Собрание сочинений. Том 4 - страница 19



– А Прон что?

– На том месте, где утопилась Ульяна, посадил Прон осокорь, в память о ней.

Словно бы затмение нашло на Прона. Едешь ли, идешь ли мимо – он сидит около своего деревца, лицом к воде, неподвижно, словно статуя какая. Так и прозвали люди осокорь Пронькиным.

Так вот жизнь и потекла. Войны Прона не тронули, вернулся невредимым. Когда за сорок перевалило, уже после Отечественной, женился он тут на одной, но через год она умерла. Доживает один. А осокорь растет себе на здоровье. В сороковых годах, когда здесь была сельсоветская делянка, чуть было не спилили его. Прон отбил. Поставил леснику Митрию Жучкову литр самогону, и делу конец. А теперь осокорь никакой пилой не возьмешь. Но и ему недолго осталось жить. Один год, лет эдак десять назад, смыло в половодье огромадную кручу. После этого каждый год речной обрыв приближается к дереву метров на пять. С того года на Прона нашло опять навроде затмения. Придет на кручу, сядет – да так и просидит до сумерек. Каждую весну первым делом спешит к осокорю – узнать сколько до него осталось. Помяни моё слово: они и умрут в одно время…

* * *

Старик Репков умер в конце апреля…

…Не дожидаясь, когда спадет полая вода на плоскодонке добрался я по пустынной широкой водной глади до Лушкиной поляны. Рискуя быть перевернутым взъерошенным, свинцово-темным потоком потерявшей русло реки, направился к тому месту, где должен быть осокорь. Подгоняемый желанием узнать, увидеть, что старик Качимов ошибся – бросил я своё утлое суденышко в пасть потоку, рвущемуся с Лушкиной поляны к реке. Осокоря на месте не было. Там, где когда-то он стоял, утробно картавили водяные воронки. Везде, куда доставал глаз, куда несло течением потерявшую управление мою лодку, было одно лишь седое кипение воды…

Старик Репков и дерево умерли в одну и ту же пору, весной, когда щедрая от весенних талых вод река Самара далеко окрест несла, как бы впрок, животворную влагу высыхающим к середине лета старицам и бесчисленным, зацветающим в иной безводный год, безымянным озеркам.

Журавли

Сумрачно и тихо. Лишь у крайней избы грудной ласкающий голос мерно разрезает податливый вечерний воздух. Зовут чью-то запропавшую Звездочку. Но и этот голос смолк.

Проскрипели неподалеку на ферме видавшие виды ворота, и все на некоторое время смолкло.

В селе, до которого от степного ильменька всего каких-то метров триста, текла своя вечерняя жизнь.

Заря кончалась, а уток не было.

И вдруг с вышины, где безраздельно властвовал один только звездный, холодный свет, донесся тревожный, тоскливый и удивительный звук.

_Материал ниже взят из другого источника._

# ------------------------------------------------------------------ moves drawing ahead
@pytest.mark.parametrize(
    ("small", "max_pairs"), [(48, 1024), (0, 1024), (0, 0)], ids=["python", "pair-matrix", "gather"]
)
def test_de_proposal_against_its_formula(small, max_pairs, monkeypatch):
    # ter Braak (2006): y = x + gamma (x_r1 - x_r2) + e, e ~ N(0, (1e-4 sd of the others)^2)
    # per coordinate; the oracle redraws the same numbers and uses numpy's std.
    from winnow.tasks.sample._samplers import DifferentialEvolution, StepContext

    monkeypatch.setattr(DifferentialEvolution, "max_pair_matrix", max_pairs)
    monkeypatch.setattr(DifferentialEvolution, "small_batch", small)
    d, m, r, n = 3, 4, 5, 6
    move = DifferentialEvolution(d, m + r, np.ones(d))
    x = np.random.default_rng(1).normal(size=(m, d))
    others = np.random.default_rng(2).normal(size=(r, d)) * [1.0, 10.0, 0.1]
    got = []
    for t in range(n):
        ctx = StepContext(t, np.arange(m), True, None, block=n if t == 0 else 0, block_start=0)
        got.append(move.propose(x, others, np.random.default_rng(7), ctx)[0])
    g = np.random.default_rng(7)  # the same calls, in the same order, as DE's _draw
    r1 = g.integers(r, size=(n, m))
    r2 = (r1 + g.integers(1, r, size=(n, m))) % r
    gamma = np.where(g.random((n, m)) < 0.1, 1.0, 2.38 / np.sqrt(2 * d))
    e = g.standard_normal((n, m, d))
    for t in range(n):
        expect = x + gamma[t][:, None] * (others[r1[t]] - others[r2[t]])
        expect += 1e-4 * others.std(axis=0) * e[t]
        np.testing.assert_allclose(got[t], expect, rtol=1e-12, atol=1e-14)
    assert not np.allclose(got[0], got[1])  # each iteration its own draws


# ------------------------------------------------------------------ the small-batch path
@pytest.mark.parametrize("n_obs", [3, 40], ids=["python-sums", "numpy-sums"])
def test_small_batch_path_equals_the_general_path_and_counts_nonfinite(n_obs):
    # Gaussian likelihood reference: scipy.stats.norm.logpdf summed over observations.
    t_obs = np.linspace(0.1, 2.0, n_obs)
    y = 0.3 + 0.8 * t_obs

    def model(theta, inputs):
        if theta[0] > 1.0:
            return np.full(n_obs, np.nan)  # outside the model's domain
        return theta[0] + theta[1] * t_obs

    lp = build_log_posterior(PRIORS_LOOP, forward=model, observations=y, sigma=0.3, vectorised="no")
    assert lp._small is not None
    ps = lp.priors
    u = np.array([[0.1, 0.2], [1.2, -1.0], [-1.0, 0.9], [0.0, 0.0]])  # a = 1.2: NaN
    with np.errstate(all="ignore"):
        rows = lp.rows_at_unconstrained(u)
    x = ps.to_user(u)
    assert lp.n_evals == 4 and lp.n_nonfinite == 1
    pred = x[:, :1] + x[:, 1:2] * t_obs
    ref = stats.norm(pred, 0.3).logpdf(y).sum(axis=1) + ps.logpdf(x)
    ref[1] = -np.inf
    np.testing.assert_array_equal(rows[:, :2], u)
    np.testing.assert_allclose(rows[:, 2:4], x, rtol=1e-15)
    np.testing.assert_allclose(rows[:, 5], ref, rtol=1e-12)
    np.testing.assert_allclose(rows[:, 4], ref + ps.log_jacobian(u), rtol=1e-12)
    np.testing.assert_allclose(lp(x), ref, rtol=1e-12)  # the general path, same values


# ------------------------------------------------------------------ samplers on that path
T_REG = np.linspace(0.0, 2.0, 6)
Y_REG = np.array([0.35, 0.62, 1.3, 1.41, 2.05, 2.2])
SIGMA_REG = 0.25
PRIORS_REG = [
    {"name": "a", "dist": "normal", "mu": 0.0, "sigma": 2.0},
    {"name": "b", "dist": "normal", "mu": 0.0, "sigma": 2.0},
]
N_CHAINS = {"adaptive_metropolis": 4, "ensemble": 8, "de_mcmc": 8}


def _regression_lp():
    def line(theta, inputs):  # called row by row
        return theta[0] + theta[1] * T_REG

    lp = build_log_posterior(
        PRIORS_REG, forward=line, observations=Y_REG, sigma=SIGMA_REG, vectorised="no"
    )
    assert lp._small is not None  # the Python-float path of a handful of chains
    return lp


@pytest.mark.parametrize("sampler", list(N_CHAINS))
def test_row_by_row_model_posterior_and_resume(sampler):
    # Linear-Gaussian regression with a Gaussian prior: Gelman et al., Bayesian Data
    # Analysis, 3rd ed. (2013), Sec. 14.8 (prior as extra data): posterior
    # N(V (X'y / sigma^2 + m0 / s0^2), V), V = (X'X / sigma^2 + I / s0^2)^-1.
    X = np.column_stack([np.ones_like(T_REG), T_REG])
    V = np.linalg.inv(X.T @ X / SIGMA_REG**2 + np.eye(2) / 4.0)
    mean = V @ (X.T @ Y_REG / SIGMA_REG**2)
    chain = sample(
        _regression_lp(), sampler=sampler, n_chains=N_CHAINS[sampler], n_draws=2000, rng=11
    )
    for j, name in enumerate(chain.names):
        p = chain.diagnostics.parameters[name]
        # 5 MCSE (fixed seed; a margin for the MCSE's own error)
        assert abs(p.mean - mean[j]) < 5 * p.mcse_mean, (sampler, name, p.mean, mean[j])
        # sd: the MCSE of a variance is about var sqrt(2 / ESS) (common practice); 5 of those
        assert abs(p.sd - np.sqrt(V[j, j])) < 5 * np.sqrt(V[j, j]) * np.sqrt(0.5 / p.ess_bulk)
    # one evaluation per chain and iteration, plus the starting points (one prior draw each)
    assert chain.diagnostics.details["model_evaluations"] == N_CHAINS[sampler] * 2001
    # log_density is the log posterior of each row (the general path's value)
    np.testing.assert_allclose(chain.log_density[:50], _regression_lp()(chain.samples[:50]))

    states = {}
    kw = dict(sampler=sampler, n_chains=N_CHAINS[sampler], n_draws=300, rng=5)
    whole = sample(
        _regression_lp(),
        checkpoint=lambda s: states.update({s["iteration"]: s}),
        checkpoint_every=35,  # inside blocks of random numbers and AM's held states
        **kw,
    )
    if sampler == "adaptive_metropolis":
        assert states[245]["move:held"][0] == 5  # 95 states after the burn-in, 90 folded in
    for it in (105, 245):
        resumed = sample(_regression_lp(), resume=states[it], **kw)
        np.testing.assert_array_equal(resumed.samples, whole.samples)
        np.testing.assert_array_equal(resumed.diagnostics.acceptance, whole.diagnostics.acceptance)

Казалось, кто-то на незнакомом языке кого-то звал за собой и в то же время прощался навсегда. И этот кто-то приближался ко мне. Завораживающий голос был уже, кажется, совсем рядом. Вот он, почти над головой! Там, где только что была одна Большая Медведица, распластался трепещущий клин.

Журавли! Конечно же, журавли! – упивался я своим открытием, забыв о ружье и махая им, как палкой.

Журавли сделали плавный полукруг над болотом, выровнялись и величаво потянулись в сторону угрюмо темнеющего леса.

Какая-то сила сорвала меня с болотной кочки. Они улетали! Я побежал за ними, завороженный сказочной, не перестающей литься с неба, мелодией. Потом, будто устыдившись чего-то, остановился. Вернулся к ружью, забытому на болотной кочке, и долго стоял, потрясенный. Я что-то потерял. Минуту назад я был богаче. С журавлями от меня оторвалось и улетело что-то большое и светлое, но что именно, мне мальчишке, понять было трудно.